Assumptions and limitations
The modeling of SWE using GEOtop presents several limitations, such as: (i) the model does not account for wind-driven snow transport, avalanche dynamics or snow accumulation at the base of steep slopes. (ii) The density of fresh snow and the precipitation phase mainly depend on 2 m air temperature without considering the atmospheric temperature profile. Such limitations and the physical validity of results under these assumptions are further described in the GEOtop model’s documentation16
Additional limitations stem from the data quality24 of in-situ meteorological data as highlighted in “Meteo data preprocessing” section.
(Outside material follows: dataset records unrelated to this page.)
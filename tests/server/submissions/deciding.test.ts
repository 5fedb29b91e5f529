import { afterAll, beforeAll, beforeEach, describe, expect, it, vi } from 'vitest';
import {
  decisionsResultSchema,
  submissionReportSchema,
  type SubmissionRow,
} from '../../../src/domain/api/submissions.ts';
import type { MemberScope } from '../../../src/server/scope.ts';
import { decideSubmissions, takeBackDecision } from '../../../src/server/services/decisions.ts';
import { getSubmissionReport, withdrawSubmission } from '../../../src/server/services/submissions.ts';
import { makeChain, makeMember, openWorld, type World } from '../../factories/world.ts';
import { codeOf, firstOf, refusalOf, valueOf } from '../answers.ts';
import { actionsOn, failing, mailsAbout, makeSubmitted, submit, type Chain } from './delivery.ts';

let world: World;
let chain: Chain;
let second: MemberScope;
beforeAll(async () => {
  world = await openWorld({ UNDO_SECONDS: '60' });
});
beforeEach(async () => {
  chain = await makeChain(world.db);
  second = await makeMember(world.db, chain.distributor, ['qc_operator']);
});
afterAll(() => world.close());

type Asked = Parameters<typeof decideSubmissions>[1][number];
const decide = async (scope: MemberScope, decision: Asked) =>
  firstOf(await decideSubmissions(scope, [decision]));
const approve = ({ id, version }: SubmissionRow): Asked => ({ id, version, decision: 'approve' });
const reject = ({ id, version }: SubmissionRow, failingRuleIds: string[] = []): Asked => ({
  id,
  version,
  decision: 'reject',
  reason: 'Please bring it down by 4 LU.',
  failingRuleIds,
});
const waive = ({ id, version }: SubmissionRow, ...ruleIds: string[]): Asked => ({
  id,
  version,
  decision: 'approve_with_waiver',
  waivers: ruleIds.map((ruleId) => ({ ruleId, reason: 'Live event, agreed by telephone.' })),
});
const decisionMails = async (id: string) =>
  (await mailsAbout(world.db, id)).filter((mail) => mail.kind !== 'submission_received');

describe('deciding', () => {
  it('approves what passes: state, decider, audit for both sides, a mail that waits for the undo time', async () => {
    const row = await makeSubmitted(world.db, chain);
    const decided = valueOf(await decide(chain.operator, approve(row)));
    expect(decided).toMatchObject({
      state: 'approved',
      version: 2,
      decidedBy: { id: chain.operator.userId, name: chain.operator.userName },
    });
    const decidedAt = new Date(decided.decidedAt ?? '');
    expect(new Date(decided.takeBackUntil ?? '').getTime() - decidedAt.getTime()).toBe(60_000);
    const mails = await decisionMails(row.id);
    expect(mails).toMatchObject([
      { kind: 'submission_approved', to_address: chain.mixer.email, state: 'queued' },
    ]);
    expect(mails[0].send_after.getTime() - decidedAt.getTime()).toBe(60_000);
    const audit = await world
      .db('audit_events')
      .where({ subject_id: row.id, action: 'submission.approved' })
      .first();
    expect(audit).toMatchObject({
      organisation_id: chain.distributor.id,
      counterpart_id: chain.supplier.id,
      actor_id: chain.operator.userId,
    });
    expect(audit.detail).toMatchObject({ channelName: chain.channel.name });
  });

  it('rejects with a reason and the rules that it names, and mails both', async () => {
    const row = await makeSubmitted(world.db, chain, { figures: failing });
    const decided = valueOf(await decide(chain.operator, reject(row, ['integrated'])));
    expect(decided).toMatchObject({
      state: 'rejected',
      decisionReason: 'Please bring it down by 4 LU.',
      failingRuleIds: ['integrated'],
    });
    const [mail] = await decisionMails(row.id);
    expect(mail).toMatchObject({ kind: 'submission_rejected', to_address: chain.mixer.email });
    for (const words of ['Please bring it down by 4 LU.', 'Integrated loudness', 'Maximum true peak'])
      expect(mail.text_body).toContain(words);
  });

  it('approves what fails with every failing rule waived, and keeps who waived what', async () => {
    const row = await makeSubmitted(world.db, chain, { figures: failing });
    const decided = valueOf(await decide(chain.operator, waive(row, 'integrated', 'true-peak')));
    expect(decided.state).toBe('approved_with_waiver');
    const report = submissionReportSchema.parse(valueOf(await getSubmissionReport(chain.mixer, row.id)));
    expect(report.waivers).toMatchObject([
      {
        ruleId: 'integrated',
        reason: 'Live event, agreed by telephone.',
        waivedBy: { id: chain.operator.userId },
      },
      { ruleId: 'true-peak' },
    ]);
    expect((await decisionMails(row.id))[0].text_body).toContain('Maximum true peak');
  });

  it('does not approve what fails without a waiver, and nothing is written', async () => {
    const row = await makeSubmitted(world.db, chain, { figures: failing });
    expect(refusalOf(await decide(chain.operator, approve(row)))).toMatchObject({
      code: 'conflict',
      message:
        'It fails Integrated loudness and Maximum true peak, so it is not approved as it is. Waive what fails with a reason, or reject it.',
    });
    expect(codeOf(await decide(chain.operator, waive(row, 'integrated')))).toBe('conflict');
    expect(codeOf(await decide(chain.operator, waive(row, 'integrated', 'range', 'true-peak')))).toBe(
      'bad_input',
    );
    expect(codeOf(await decide(chain.operator, reject(row, ['colour'])))).toBe('bad_input');
    expect(await world.db('submissions').where('id', row.id).first()).toMatchObject({
      state: 'awaiting_review',
      version: 1,
    });
    expect(await actionsOn(world.db, row.id)).toEqual(['submission.submitted']);
    expect(await decisionMails(row.id)).toEqual([]);
  });

  it('answers item by item in the order asked', async () => {
    const [clean, loud] = [
      await makeSubmitted(world.db, chain),
      await makeSubmitted(world.db, chain, { figures: failing }),
    ];
    const foreign = await makeSubmitted(world.db, await makeChain(world.db));
    const { items } = decisionsResultSchema.parse(
      valueOf(
        await decideSubmissions(chain.operator, [
          approve(loud),
          approve(foreign),
          approve(clean),
          approve(clean),
        ]),
      ),
    );
    expect(items.map((item) => item.id)).toEqual([loud.id, foreign.id, clean.id, clean.id]);
    expect(items.map((item) => (item.ok ? item.value.state : item.error.code))).toEqual([
      'conflict',
      'not_found',
      'approved',
      'conflict',
    ]);
  });

  it('mails the mix engineers of the supplier when whoever submitted it has left', async () => {
    const colleague = await makeMember(world.db, chain.supplier, ['mix_engineer']);
    const row = await makeSubmitted(world.db, chain);
    await world
      .db('memberships')
      .where('user_id', chain.mixer.userId)
      .update({ removed_at: world.db.fn.now() });
    valueOf(await decide(chain.operator, approve(row)));
    expect((await decisionMails(row.id)).map((mail) => mail.to_address)).toEqual([colleague.email]);
  });
});

describe('who decides', () => {
  it('is nobody who uploaded it, in whichever organisation they work now', async () => {
    const row = await makeSubmitted(world.db, chain);
    const both = await makeMember(world.db, chain.distributor, ['qc_operator'], {
      userId: chain.mixer.userId,
    });
    expect(refusalOf(await decide(both, approve(row)))).toMatchObject({
      code: 'forbidden',
      message: expect.stringMatching(/uploaded this file yourself/),
    });
    expect(valueOf(await getSubmissionReport(both, row.id)).ownUpload).toBe(true);
    expect(valueOf(await getSubmissionReport(chain.operator, row.id)).ownUpload).toBe(false);
    expect(valueOf(await decide(chain.operator, approve(row))).state).toBe('approved');
  });

  it('is nobody but QC operators of its distributor', async () => {
    const row = await makeSubmitted(world.db, chain);
    const stranger = await makeChain(world.db);
    expect(codeOf(await decideSubmissions(chain.mixer, [approve(row)]))).toBe('forbidden');
    expect(codeOf(await decideSubmissions(chain.specOwner, [approve(row)]))).toBe('forbidden');
    expect(codeOf(await decide(stranger.operator, approve(row)))).toBe('not_found');
    expect(codeOf(await takeBackDecision(stranger.operator, row.id))).toBe('not_found');
    const distributing = { ...chain.mixer, isDistributor: true, roles: ['qc_operator'] as const };
    expect(codeOf(await decide(distributing, approve(row)))).toBe('forbidden');
  });
});

describe('two people on one submission', () => {
  it('let one decide, and tell the other who did what and when', async () => {
    const row = await makeSubmitted(world.db, chain);
    const answers = await Promise.all([decide(chain.operator, approve(row)), decide(second, reject(row))]);
    const [winner] = answers.filter((answer) => answer.ok);
    const [loser] = answers.filter((answer) => !answer.ok);
    const { state, decidedBy } = valueOf(winner);
    const deed = state === 'approved' ? 'approved' : 'rejected';
    const refusal = refusalOf(loser);
    expect(refusal.code).toBe('conflict');
    expect(refusal.message).toMatch(
      new RegExp(
        `^${decidedBy?.name} \\(${chain.distributor.name}\\) ${deed} it on \\d+ \\w+ \\d{4} at \\d\\d:\\d\\d:\\d\\d (GMT|BST)\\. Your decision was not taken\\.$`,
      ),
    );
    expect(await actionsOn(world.db, row.id)).toEqual(['submission.submitted', `submission.${deed}`]);
    expect(await decisionMails(row.id)).toHaveLength(1);
  });

  it('never both win, however many try at once', async () => {
    const rows = await Promise.all(Array.from({ length: 5 }, () => makeSubmitted(world.db, chain)));
    const all = await Promise.all(
      rows.flatMap((row) =>
        [chain.operator, second, chain.operator].map(async (scope) => ({
          id: row.id,
          code: codeOf(await decide(scope, approve(row))),
        })),
      ),
    );
    for (const row of rows) {
      const codes = all.filter(({ id }) => id === row.id).map(({ code }) => code);
      expect(codes.sort()).toEqual(['conflict', 'conflict', 'ok']);
    }
  });

  it('lets either the withdrawal or the decision happen, never both', async () => {
    const row = await makeSubmitted(world.db, chain);
    const [withdrawn, decided] = await Promise.all([
      withdrawSubmission(chain.mixer, row.id),
      decide(chain.operator, approve(row)),
    ]);
    expect([codeOf(withdrawn), codeOf(decided)].sort()).toEqual(['conflict', 'ok']);
    if (!decided.ok)
      expect(decided.refusal.message).toMatch(
        new RegExp(`^${chain.mixer.userName} .* withdrew it on .* There is nothing left to decide\\.$`),
      );
  });

  it('does not decide on what the reader has not seen', async () => {
    const row = await makeSubmitted(world.db, chain);
    valueOf(await decide(chain.operator, approve(row)));
    valueOf(await takeBackDecision(chain.operator, row.id));
    expect(refusalOf(await decide(second, reject(row))).message).toMatch(
      /took the decision back on .* It awaits a decision again/,
    );
    expect(valueOf(await decide(second, reject({ ...row, version: 3 }))).state).toBe('rejected');
  });
});

describe('taking a decision back', () => {
  it('puts it back to awaiting review, cancels the mail and removes the waivers', async () => {
    const row = await makeSubmitted(world.db, chain, { figures: failing });
    valueOf(await decide(chain.operator, waive(row, 'integrated', 'true-peak')));
    const back = valueOf(await takeBackDecision(second, row.id));
    expect(back).toMatchObject({
      state: 'awaiting_review',
      version: 3,
      decidedBy: null,
      decidedAt: null,
      takeBackUntil: null,
    });
    expect((await decisionMails(row.id)).map((mail) => mail.state)).toEqual(['cancelled']);
    expect(valueOf(await getSubmissionReport(chain.operator, row.id)).waivers).toEqual([]);
    expect(await actionsOn(world.db, row.id)).toEqual([
      'submission.submitted',
      'submission.approved_with_waiver',
      'submission.taken_back',
    ]);
    expect(valueOf(await decide(chain.operator, reject(back))).state).toBe('rejected');
    expect((await decisionMails(row.id)).map((mail) => [mail.kind, mail.state])).toEqual([
      ['submission_approved', 'cancelled'],
      ['submission_rejected', 'queued'],
    ]);
  });

  it('is refused after the undo time', async () => {
    const row = await makeSubmitted(world.db, chain);
    valueOf(await decide(chain.operator, approve(row)));
    await world
      .db('submissions')
      .where('id', row.id)
      .update({ decided_at: world.db.raw("now() - interval '61 seconds'") });
    expect(refusalOf(await takeBackDecision(chain.operator, row.id))).toMatchObject({
      code: 'conflict',
      message: expect.stringContaining('60 s'),
    });
    expect(valueOf(await getSubmissionReport(chain.operator, row.id)).takeBackUntil).toBeNull();
    expect((await decisionMails(row.id)).map((mail) => mail.state)).toEqual(['queued']);
  });

  it('is refused once the mail has gone, even within the time', async () => {
    const row = await makeSubmitted(world.db, chain);
    valueOf(await decide(chain.operator, approve(row)));
    await world
      .db('mail_outbox')
      .where({ submission_id: row.id, kind: 'submission_approved' })
      .update({ state: 'sent' });
    expect(codeOf(await takeBackDecision(chain.operator, row.id))).toBe('conflict');
    expect((await world.db('submissions').where('id', row.id).first()).state).toBe('approved');
  });

  it('is refused for what was never decided, and for what was delivered anew', async () => {
    const row = await makeSubmitted(world.db, chain);
    expect(codeOf(await takeBackDecision(chain.operator, row.id))).toBe('conflict');
    valueOf(await decide(chain.operator, reject(row)));
    valueOf(await submit(chain, { id: row.deliverableId }));
    expect(refusalOf(await takeBackDecision(chain.operator, row.id)).message).toMatch(/delivered anew/);
  });

  it('is offered to those who decide, and not to the supplier', async () => {
    const row = await makeSubmitted(world.db, chain);
    valueOf(await decide(chain.operator, approve(row)));
    expect(valueOf(await getSubmissionReport(second, row.id)).takeBackUntil).not.toBeNull();
    expect(valueOf(await getSubmissionReport(chain.mixer, row.id)).takeBackUntil).toBeNull();
    expect(codeOf(await takeBackDecision(chain.mixer, row.id))).toBe('forbidden');
  });
});

describe('when Redis is away', () => {
  it('decides all the same, and says nothing of who has it open', async () => {
    const row = await makeSubmitted(world.db, chain);
    const { redis } = await import('../../../src/server/redis.ts');
    const pipeline = vi.spyOn(redis(), 'pipeline').mockImplementation(() => {
      throw new Error('gone');
    });
    const publish = vi.spyOn(redis(), 'publish').mockRejectedValue(new Error('gone'));
    try {
      expect(valueOf(await decide(chain.operator, approve(row)))).toMatchObject({
        state: 'approved',
        openBy: [],
      });
    } finally {
      pipeline.mockRestore();
      publish.mockRestore();
    }
  });
});
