import { randomUUID } from 'node:crypto';
import { afterAll, beforeAll, beforeEach, describe, expect, it } from 'vitest';
import { submissionReportSchema } from '../../../src/domain/api/submissions.ts';
import {
  addNote,
  getSubmissionReport,
  setSubmissionAirDate,
  withdrawSubmission,
} from '../../../src/server/services/submissions.ts';
import {
  figures,
  makeAgreement,
  makeAssignment,
  makeChain,
  makeChannel,
  makeDeliverable,
  openWorld,
  stereoFormat,
  type World,
} from '../../factories/world.ts';
import { codeOf, refusalOf, valueOf } from '../answers.ts';
import { actionsOn, failing, mailsAbout, makeSubmitted, passing, submit, type Chain } from './delivery.ts';

let world: World;
let chain: Chain;
let stranger: Chain;
beforeAll(async () => {
  world = await openWorld();
  stranger = await makeChain(world.db);
});
beforeEach(async () => {
  chain = await makeChain(world.db);
});
afterAll(() => world.close());

const stateOf = async (id: string): Promise<{ state: string; version: number }> =>
  world.db('submissions').where({ id }).first('state', 'version');

describe('delivering again', () => {
  const episode = { programmeTitle: 'Small Gales', episodeLabel: '2.12' };

  it('replaces what awaits review of the same episode, and shows the change', async () => {
    const first = await makeSubmitted(world.db, chain, {
      ...episode,
      figures: failing,
      airAt: '2026-12-05T09:00:00Z',
    });
    const second = await makeSubmitted(world.db, chain, { ...episode, figures: passing });
    expect(await stateOf(first.id)).toEqual({ state: 'replaced', version: 2 });
    expect(await actionsOn(world.db, first.id)).toEqual(['submission.submitted', 'submission.replaced']);
    expect((await mailsAbout(world.db, first.id)).map((mail) => mail.state)).toEqual(['cancelled']);
    const report = submissionReportSchema.parse(
      valueOf(await getSubmissionReport(chain.operator, second.id)),
    );
    expect(report.replaces).toEqual({
      id: first.id,
      submittedAt: first.submittedAt,
      figures: failing,
      outcome: 'fail',
    });
    expect(report.airAt).toBe('2026-12-05T09:00:00.000Z');
    expect((await world.db('deliverables').where('id', second.deliverableId).first()).replaces_id).toBe(
      first.deliverableId,
    );
  });

  it('is chained to a rejected delivery, which stays rejected', async () => {
    const first = await makeSubmitted(world.db, chain, episode);
    await world.db('submissions').where('id', first.id).update({
      state: 'rejected',
      decided_by: chain.operator.userId,
      decided_at: world.db.fn.now(),
      decision_reason: 'Too loud.',
    });
    const second = await makeSubmitted(world.db, chain, episode);
    expect((await stateOf(first.id)).state).toBe('rejected');
    expect(valueOf(await getSubmissionReport(chain.mixer, second.id)).replaces?.id).toBe(first.id);
  });

  it('follows the deliverable that it is said to replace, whatever both are called', async () => {
    const first = await makeSubmitted(world.db, chain);
    const made = await makeDeliverable(world.db, chain.mixer);
    await world.db('deliverables').where('id', made.id).update({ replaces_id: first.deliverableId });
    const second = valueOf(await submit(chain, made));
    expect((await stateOf(first.id)).state).toBe('replaced');
    expect(valueOf(await getSubmissionReport(chain.mixer, second.id)).replaces?.id).toBe(first.id);
  });

  it('leaves other layouts, versions, kinds, episodes, channels and suppliers alone', async () => {
    const { db } = world;
    const first = await makeSubmitted(db, chain, episode);
    await makeAssignment(db, chain.distributor, chain.channel, chain.spec.specId, { contentKind: 'trailer' });
    const second = await makeChannel(db, chain.distributor);
    await makeAssignment(db, chain.distributor, second, chain.spec.specId);
    await makeAgreement(db, chain.distributor, second, chain.supplier);
    const rival = { ...chain, mixer: stranger.mixer };
    await makeAgreement(db, chain.distributor, chain.channel, stranger.supplier);

    await makeSubmitted(db, chain, { ...episode, format: { ...stereoFormat, channels: 6, layout: '5.1' } });
    await makeSubmitted(db, chain, { ...episode, contentKind: 'trailer' });
    await makeSubmitted(db, chain, { ...episode, episodeLabel: '2.13' });
    await makeSubmitted(db, { ...chain, channel: second }, episode);
    await makeSubmitted(db, rival, episode);
    const foreign = await makeDeliverable(db, chain.mixer, episode);
    await db('deliverables').where('id', foreign.id).update({ version_label: 'M&E v1' });
    valueOf(await submit(chain, foreign));
    expect(await stateOf(first.id)).toEqual({ state: 'awaiting_review', version: 1 });

    const revised = await makeDeliverable(db, chain.mixer, episode);
    await db('deliverables').where('id', revised.id).update({ version_label: 'v2' });
    valueOf(await submit(chain, revised));
    expect((await stateOf(first.id)).state).toBe('replaced');
  });

  it('is not chained to what was withdrawn', async () => {
    const first = await makeSubmitted(world.db, chain, episode);
    valueOf(await withdrawSubmission(chain.mixer, first.id));
    const second = await makeSubmitted(world.db, chain, episode);
    expect(valueOf(await getSubmissionReport(chain.mixer, second.id)).replaces).toBeNull();
    expect((await stateOf(first.id)).state).toBe('withdrawn');
  });
});

describe('after submitting', () => {
  it('withdraws what awaits review, once, and only its supplier does', async () => {
    const { id } = await makeSubmitted(world.db, chain);
    expect(codeOf(await withdrawSubmission(stranger.mixer, id))).toBe('not_found');
    expect(codeOf(await withdrawSubmission(chain.operator, id))).toBe('forbidden');
    expect(valueOf(await withdrawSubmission(chain.mixer, id))).toMatchObject({
      state: 'withdrawn',
      version: 2,
    });
    expect(refusalOf(await withdrawSubmission(chain.mixer, id))).toMatchObject({
      code: 'conflict',
      message: expect.stringContaining('withdrawn'),
    });
    expect(await actionsOn(world.db, id)).toEqual(['submission.submitted', 'submission.withdrawn']);
  });

  it('sets and clears the air date', async () => {
    const { id } = await makeSubmitted(world.db, chain);
    const set = async (airAt: string | null) =>
      valueOf(await setSubmissionAirDate(chain.mixer, id, airAt)).airAt;
    expect(await set('2026-12-05T09:00:00+01:00')).toBe('2026-12-05T08:00:00.000Z');
    expect(await set(null)).toBeNull();
    expect(codeOf(await setSubmissionAirDate(stranger.mixer, id, null))).toBe('not_found');
    valueOf(await withdrawSubmission(chain.mixer, id));
    expect(codeOf(await setSubmissionAirDate(chain.mixer, id, null))).toBe('conflict');
  });

  it('takes notes of both sides, at times within the programme', async () => {
    const { id } = await makeSubmitted(world.db, chain);
    valueOf(await addNote(chain.operator, id, { text: 'Breath noise here.', atSeconds: 12.4 }));
    const answer = valueOf(
      await addNote(chain.mixer, id, { text: 'Meant so by the director.', atSeconds: null }),
    );
    const { notes } = submissionReportSchema.parse(valueOf(await getSubmissionReport(chain.mixer, id)));
    expect(notes).toMatchObject([
      {
        author: { name: chain.operator.userName },
        organisationName: chain.distributor.name,
        atSeconds: 12.4,
      },
      { author: { name: chain.mixer.userName }, organisationName: chain.supplier.name, atSeconds: null },
    ]);
    expect(notes[1]).toEqual(answer);
    expect(codeOf(await addNote(chain.mixer, id, { text: 'Late.', atSeconds: 90.5 }))).toBe('bad_input');
    expect(codeOf(await addNote(stranger.mixer, id, { text: 'Hello?', atSeconds: null }))).toBe('not_found');
    expect(codeOf(await addNote(chain.specOwner, id, { text: 'Hello?', atSeconds: null }))).toBe('forbidden');
  });

  it('is not there for a third organisation', async () => {
    const { id } = await makeSubmitted(world.db, chain, { figures: figures({ rangeLu: 20 }) });
    for (const scope of [stranger.mixer, stranger.operator, stranger.specOwner])
      expect(codeOf(await getSubmissionReport(scope, id))).toBe('not_found');
    expect(codeOf(await getSubmissionReport(chain.mixer, randomUUID()))).toBe('not_found');
  });
});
The in-situ datasets suffer from quality issues, availability, etc., necessitating the integration of the reanalysis datasets like ERA5-Land dataset45; at the same time, these reanalysis datasets are not a substitute for local-scale meteorological conditions24. Geostatistical methods and filtering techniques used for interpolation can sometimes fail to adequately represent complex phenomena such as thermal inversions or the intricacies of wind fields, which influence the snowpack energy exchanges29.
Finally, the main limitations related to data assimilation are the following: (i) the in-situ measurements provide only indirect estimates of SWE, as they are based on volumetric observations, and (ii) the assimilation of the energy balance is constrained, as it can only be calculated for specific points within the domain, making it difficult to spatialize—even with satellite-based observations. Despite these limitations, the error associated with modeling of SWE using our methodology remains within acceptable bounds as highlighted in the “Technical Validation” section.